Recorded entirely backed by orchestral instruments, Judy Collins' "Wildflowers" contains songs which the artist presents with a classical aire yet still somehow have a popular music accessibility to them.

On "Wildflowers", the songwriting is particularly strong: Judy chose and combined material from a then unknown Joni Mitchell ("Michael From Mountains", about an elusive young man, opens the album and "Both Sides, Now", with it's glorious harpsichord arrangement, became a big hit single); Leonard Cohen ("Sisters Of Mercy", the trance-like "Priests" and the vocal harmony-layered "Hey, That's No Way To Say Goodbye" are each one more beautiful than the other!); the legendary French composer Jacques Brel ("La Chanson de Les Vieux Amants", sung in French); and a traditional 14th century Italian chant ("A Ballata di Francesco Landini" - honestly, I don't know where she digs up some of these interesting pieces!).
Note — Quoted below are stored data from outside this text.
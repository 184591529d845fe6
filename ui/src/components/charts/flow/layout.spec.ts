import { describe, expect, it } from 'vitest';
import { canFlow, flowLayout } from './layout';

const parts = (retained: number, excreted: number) => [
  { id: 'retained', label: 'kept in the cattle', amount: retained },
  { id: 'excreted', label: 'excreted', amount: excreted },
];

describe('the flow picture', () => {
  it('draws heights in proportion to the amounts', () => {
    // 200 px less one gap of 24 px is 176 px for 100 kg: 25 kg are 44 px and 75 kg are 132 px.
    const layout = flowLayout({ total: 100, parts: parts(25, 75), width: 600, height: 200, labelWidth: 160 });
    expect(layout.total.height).toBeCloseTo(176);
    expect(layout.branches.map((branch) => branch.bar.height)).toEqual([44, 132]);
    expect(layout.branches.map((branch) => branch.sharePct)).toEqual([25, 75]);
  });

  it('keeps the bars inside the picture and the labels beside them', () => {
    const layout = flowLayout({ total: 100, parts: parts(25, 75), width: 600, height: 200, labelWidth: 160 });
    const last = layout.branches[1];
    expect(last && last.bar.y + last.bar.height).toBeCloseTo(200);
    expect(last && last.bar.x + last.bar.width).toBe(440);
  });

  it('keeps labels one label height apart when a part is nearly nothing', () => {
    const layout = flowLayout({ total: 100, parts: parts(0, 100), width: 600, height: 120, labelWidth: 160 });
    const [first, second] = layout.branches;
    expect((second?.labelY ?? 0) - (first?.labelY ?? 0)).toBeGreaterThanOrEqual(36);
    expect(second?.labelY).toBeLessThanOrEqual(120 - 18);
  });

  it('keeps the last label inside the picture when it is the small one', () => {
    const layout = flowLayout({ total: 100, parts: parts(100, 0), width: 600, height: 120, labelWidth: 160 });
    const [first, second] = layout.branches;
    expect(second?.labelY).toBeLessThanOrEqual(102);
    expect((second?.labelY ?? 0) - (first?.labelY ?? 0)).toBeGreaterThanOrEqual(36);
  });

  it('still shows a bar for an amount of nothing', () => {
    const layout = flowLayout({ total: 100, parts: parts(0, 100), width: 600, height: 200, labelWidth: 160 });
    expect(layout.branches[0]?.bar.height).toBe(1.5);
  });

  it('is not drawn for a total of nothing or a part below nothing', () => {
    expect(canFlow(0, parts(0, 0))).toBe(false);
    expect(canFlow(10, parts(-1, 11))).toBe(false);
    expect(canFlow(10, parts(1, 9))).toBe(true);
  });
});
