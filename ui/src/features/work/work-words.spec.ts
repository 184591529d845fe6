import { describe, expect, it } from 'vitest';
import { brieflyFound } from './work-words';

describe('a finding on the work page', () => {
  it('is cut to its value and its limit', () => {
    const detail =
      'Waits for the veterinarian. Sulfur of feed and drinking water together is 0.41 % of DM, above the limit of ' +
      '0.3 % of DM (roughage up to 40 % of DM), and above the single maximum of 1996 (0.4 % of DM). Most of it: straw.';
    expect(brieflyFound(detail)).toBe(
      'Waits for the veterinarian. Sulfur of feed and drinking water together is 0.41 % of DM, above the limit of 0.3 % of DM.',
    );
  });

  it('says at least a minimum as well', () => {
    expect(brieflyFound('NDF from roughage is 6.1 % of DM, below the minimum of 7 % of DM (finishing diets).')).toBe(
      'NDF from roughage is 6.1 % of DM, below the minimum of 7 % of DM.',
    );
  });

  it('keeps whole what is not determined, with all that is missing', () => {
    const detail =
      'Total sulfur is not determined; missing: sulfur of straw (line 2). It is held against the limit 0.3 % of DM (all).';
    expect(brieflyFound(detail)).toBe(detail);
  });
});
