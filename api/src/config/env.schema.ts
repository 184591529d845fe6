import * as v from 'valibot';

const text = (name: string) => v.pipe(v.string(`Set ${name}`), v.nonEmpty(`Set ${name}`));
const wholeNumber = (name: string, lowest: number, highest: number) =>
  v.pipe(
    v.string(`Set ${name}`),
    v.regex(/^\d+$/, `${name} is a whole number`),
    v.transform(Number),
    v.minValue(lowest, `${name} is at least ${lowest}`),
    v.maxValue(highest, `${name} is at most ${highest}`),
  );
const flag = v.pipe(
  v.picklist(['true', 'false', '1', '0', '']),
  v.transform((value) => value === 'true' || value === '1'),
);

/** What the process reads from its environment, parsed once. */
export const EnvSchema = v.pipe(
  v.object({
    NODE_ENV: v.optional(v.string(), 'development'),
    PORT: v.optional(wholeNumber('PORT', 0, 65_535), '3000'),
    HOST: v.optional(text('HOST'), '127.0.0.1'),
    DATABASE_HOST: v.optional(text('DATABASE_HOST'), '127.0.0.1'),
    DATABASE_PORT: v.optional(wholeNumber('DATABASE_PORT', 1, 65_535), '3306'),
    DATABASE_NAME: v.optional(text('DATABASE_NAME'), 'brimgate'),
    DATABASE_USER: text('DATABASE_USER'),
    DATABASE_PASSWORD: text('DATABASE_PASSWORD'),
    DATABASE_OWNER_USER: v.optional(v.string(), ''),
    DATABASE_OWNER_PASSWORD: v.optional(v.string(), ''),
    /** Lets tests run on a database that trades durability for speed. */
    DATABASE_RELAX_DURABILITY: v.optional(flag, 'false'),
    JWT_SECRET: v.pipe(v.string('Set JWT_SECRET'), v.minLength(32, 'JWT_SECRET has at least 32 characters')),
    /** The address people open; where it is left out, the loopback address that the server listens on. */
    PUBLIC_URL: v.optional(v.pipe(v.string(), v.url('PUBLIC_URL is the address people open, in full'))),
    SMTP_HOST: v.optional(text('SMTP_HOST'), '127.0.0.1'),
    SMTP_PORT: v.optional(wholeNumber('SMTP_PORT', 1, 65_535), '2525'),
    SMTP_SECURE: v.optional(flag, 'false'),
    SMTP_USER: v.optional(v.string(), ''),
    SMTP_PASSWORD: v.optional(v.string(), ''),
    SMTP_FROM: v.optional(text('SMTP_FROM'), 'Brimgate <advisories@brimgate.example>'),
    UI_FOLDER: v.optional(v.string(), ''),
    LOG_LEVEL: v.optional(v.picklist(['fatal', 'error', 'warn', 'info', 'debug', 'trace', 'silent']), 'info'),
    DEMO_PASSWORD: v.optional(v.string(), ''),
    OUTBOX_POLL_MS: v.optional(wholeNumber('OUTBOX_POLL_MS', 50, 3_600_000), '1000'),
    /** First wait after a failed try; it doubles from there. */
    OUTBOX_BACKOFF_MS: v.optional(wholeNumber('OUTBOX_BACKOFF_MS', 10, 3_600_000), '30000'),
  }),
  v.forward(
    v.partialCheck(
      [['NODE_ENV'], ['DATABASE_RELAX_DURABILITY']],
      (env) => env.NODE_ENV !== 'production' || !env.DATABASE_RELAX_DURABILITY,
      'Durability cannot be relaxed in production',
    ),
    ['DATABASE_RELAX_DURABILITY'],
  ),
  v.forward(
    v.partialCheck(
      [['NODE_ENV'], ['PUBLIC_URL']],
      (env) => env.NODE_ENV !== 'production' || env.PUBLIC_URL !== undefined,
      'Set PUBLIC_URL',
    ),
    ['PUBLIC_URL'],
  ),
  v.transform((env) => ({ ...env, PUBLIC_URL: env.PUBLIC_URL ?? `http://127.0.0.1:${env.PORT}` })),
);
export type Env = v.InferOutput<typeof EnvSchema>;
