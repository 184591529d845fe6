import {
  tradeFacts,
  type ConcentrationFact,
  type FindingFact,
  type MassBalanceFact,
} from '@brimgate/reference-tables/checks';
import { findFeedstuff } from '@brimgate/reference-tables/feedstuffs';
import { describe, expect, it } from 'vitest';
import { weightedSum } from '../src/rations/weighted-sum';
import { nutrientNames, type Composition } from '../src/screenings/composition.schema';
import { parseScreeningRequest } from '../src/screenings/request-problems';
import { screen } from '../src/screenings/screen';

/** Facts of the trade without a document: they are common practice, and only the finding is held to them. */
const ofKind = <Kind extends (typeof tradeFacts)[number]['kind']>(kind: Kind) =>
  tradeFacts.flatMap((fact) => (fact.kind === kind ? [[`${fact.id}: ${fact.statement}`, fact] as const] : []));

function compositionOf(feedstuffId: string): Composition {
  const { values } = bookFeedstuff(feedstuffId);
  return Object.fromEntries(nutrientNames.flatMap((name) => (values[name] ? [[name, values[name].value]] : [])));
}

function bookFeedstuff(id: string) {
  const feedstuff = findFeedstuff(id);
  if (!feedstuff) throw new Error(`No feedstuff ${id}`);
  return feedstuff;
}

function statusOf(fact: FindingFact): string | null {
  const { request, problems } = parseScreeningRequest({
    cattle: { stage: fact.stage, bodyWeightKg: 400, dryMatterIntakeKgPerDay: 9 },
    lines: fact.lines.map(({ feedstuffId, sharePctDm, composition }) => ({
      feedstuff: feedstuffId,
      sharePctDm,
      composition: { ...compositionOf(feedstuffId), ...composition },
    })),
  });
  if (!request) throw new Error(problems.map(({ path, message }) => `${path}: ${message}`).join('; '));
  return screen(request).findings.find(({ rule }) => rule === fact.rule)?.status ?? null;
}

/** Fat of distillers grains when the solubles in them lose oil, summed as any ration is. */
function fatLeftPctDm(fullFatPctDm: number, { inputs }: MassBalanceFact): number {
  const fatFromSolubles = (fullFatPctDm * inputs.solublesSharePctOfFat) / 100;
  const solublesShare = (100 * fatFromSolubles) / inputs.solublesFatPctDm;
  const grainsFat = (100 * (fullFatPctDm - fatFromSolubles)) / (100 - solublesShare);
  // what is not fat stays: solubles of 20 % fat that become 6 % weigh 80/94 of what they did
  const solublesKept = (solublesShare * (100 - inputs.solublesFatPctDm)) / (100 - inputs.solublesFatAfterPctDm);
  const solublesLeft = (100 * solublesKept) / (100 - solublesShare + solublesKept);
  const lines = [
    { feedstuff: 'grains', sharePctDm: 100 - solublesLeft, composition: { fatPctDm: grainsFat } },
    { feedstuff: 'solubles', sharePctDm: solublesLeft, composition: { fatPctDm: inputs.solublesFatAfterPctDm } },
  ];
  const exactly = (fatPctDm: number) => ({ atLeast: fatPctDm, atMost: fatPctDm });
  return weightedSum(lines, ['fatPctDm'], (feed) => exactly(feed.fatPctDm ?? Number.NaN)).value ?? Number.NaN;
}

describe('the trade knows the finding (common practice, no source)', () => {
  it.each(ofKind('finding'))('%s', (_title, fact) => {
    const status = statusOf(fact as FindingFact);
    if ((fact as FindingFact).expected === 'over') expect(status).toBe('over');
    else expect(['within', 'near']).toContain(status);
  });
});

describe('oil removed from solubles leaves this fat (common practice, no source)', () => {
  it.each(ofKind('mass-balance'))('%s', (_title, fact) => {
    const { inputs, expected, tolerance } = fact as MassBalanceFact;
    const margin = 'absolute' in tolerance ? tolerance.absolute : 0;
    const low = fatLeftPctDm(inputs.fullFatLowPctDm, fact as MassBalanceFact);
    const high = fatLeftPctDm(inputs.fullFatHighPctDm, fact as MassBalanceFact);
    expect(low).toBeGreaterThanOrEqual(expected.low - margin);
    expect(Math.abs(high - expected.high)).toBeLessThanOrEqual(margin);
  });
});

describe('starch leaves and the rest is concentrated (common practice, no source)', () => {
  it.each(ofKind('concentration'))('%s', (_title, fact) => {
    const { cornFeedstuffId, coProductFeedstuffId, nutrient, concentration, expected, tolerance } =
      fact as ConcentrationFact;
    const corn = bookFeedstuff(cornFeedstuffId).values[nutrient]?.value ?? Number.NaN;
    const coProduct = bookFeedstuff(coProductFeedstuffId).values[nutrient]?.value ?? Number.NaN;
    const gap = (coProduct - corn * concentration) / coProduct;
    if (expected === 'agrees') expect(Math.abs(gap)).toBeLessThanOrEqual(tolerance.relative);
    else expect(gap).toBeGreaterThan(tolerance.relative);
  });
});
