import * as v from 'valibot';
import { type Env, EnvSchema } from './env.schema';

/** Every fault of the environment at once, one a line, without any value: secrets stay out of logs. */
export class EnvironmentFaulty extends Error {
  constructor(faults: readonly string[]) {
    super(`The environment is not complete:\n${faults.map((fault) => `  ${fault}`).join('\n')}`);
    this.name = 'EnvironmentFaulty';
  }
}

export function parseEnv(source: Readonly<Record<string, string | undefined>>): Env {
  const result = v.safeParse(EnvSchema, source);
  if (!result.success) throw new EnvironmentFaulty(result.issues.map((issue) => issue.message));
  return result.output;
}

/** The only reader of process.env. */
export const env: Env = parseEnv(process.env);
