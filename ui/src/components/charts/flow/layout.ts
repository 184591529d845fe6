import { scaleLinear } from 'd3-scale';
import { area, curveBumpX } from 'd3-shape';

export interface FlowPart {
  id: string;
  label: string;
  amount: number;
}

export interface FlowInput {
  /** What comes in; the parts are drawn as shares of it. */
  total: number;
  parts: readonly FlowPart[];
  width: number;
  height: number;
  /** Room kept at the right for the labels of the parts. */
  labelWidth: number;
}

export interface FlowBar {
  x: number;
  y: number;
  width: number;
  height: number;
}

export interface FlowBranch extends FlowPart {
  bar: FlowBar;
  /** Outline of the ribbon from the total to this part. */
  ribbonPath: string;
  /** Middle of the label beside the bar; labels never come closer than one label height. */
  labelY: number;
  sharePct: number;
}

export interface FlowLayout {
  total: FlowBar;
  branches: FlowBranch[];
}

export const FLOW_BAR_WIDTH = 10;
const BRANCH_GAP = 24;
const LABEL_HEIGHT = 36;
// Thinner than this a bar cannot be seen; the label says the true amount.
const LEAST_BAR_HEIGHT = 1.5;

/** Whether the amounts can be drawn as parts of one whole: nothing negative, and something there. */
export function canFlow(total: number, parts: readonly FlowPart[]): boolean {
  return total > 0 && parts.every((part) => part.amount >= 0);
}

/**
 * Places a total at the left and its parts at the right, heights in proportion to the amounts.
 *
 * The parts stand apart by a gap, so each has room for its label beside the bar and none lies on a ribbon.
 */
export function flowLayout({ total, parts, width, height, labelWidth }: FlowInput): FlowLayout {
  const gaps = BRANCH_GAP * Math.max(parts.length - 1, 0);
  const toHeight = scaleLinear([0, total], [0, Math.max(height - gaps, 0)]);
  const partX = Math.max(width - labelWidth - FLOW_BAR_WIDTH, FLOW_BAR_WIDTH * 2);
  const totalBar = { x: 0, y: gaps / 2, width: FLOW_BAR_WIDTH, height: toHeight(total) };

  let leftY = totalBar.y;
  let rightY = 0;
  const branches = parts.map((part) => {
    const partHeight = toHeight(part.amount);
    const bar = { x: partX, y: rightY, width: FLOW_BAR_WIDTH, height: Math.max(partHeight, LEAST_BAR_HEIGHT) };
    const ribbonPath = ribbon({ x: FLOW_BAR_WIDTH, y: leftY }, { x: partX, y: rightY }, partHeight);
    leftY += partHeight;
    rightY += partHeight + BRANCH_GAP;
    return { ...part, bar, ribbonPath, labelY: bar.y + bar.height / 2, sharePct: (part.amount / total) * 100 };
  });
  return { total: totalBar, branches: spreadLabels(branches, height) };
}

interface Point {
  x: number;
  y: number;
}

function ribbon(from: Point, to: Point, thickness: number): string {
  const outline = area<Point>()
    .x((point) => point.x)
    .y0((point) => point.y)
    .y1((point) => point.y + thickness)
    .curve(curveBumpX);
  return outline([from, to]) ?? '';
}

/** Moves labels apart downwards, then back up when the last one left the picture. */
function spreadLabels(branches: FlowBranch[], height: number): FlowBranch[] {
  const half = LABEL_HEIGHT / 2;
  let lowest = half;
  const down = branches.map((branch) => {
    const labelY = Math.max(branch.labelY, lowest);
    lowest = labelY + LABEL_HEIGHT;
    return { ...branch, labelY };
  });
  let highest = height - half;
  return down.reduceRight<FlowBranch[]>((placed, branch) => {
    const labelY = Math.min(branch.labelY, highest);
    highest = labelY - LABEL_HEIGHT;
    return [{ ...branch, labelY }, ...placed];
  }, []);
}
At the advice of her fan, then friend, then ultimately mentor, Leonard Cohen, Collins had just begun songwriting herself; and the album is rounded out by her very own first three compositions: the abstract "Sky Fell", the imagery-laden "Albatross" and "Since You Asked", all three beautiful and polished, sounding like the works of a seasoned writer.

All of these songs are further enhanced by Judy's wonderful singing.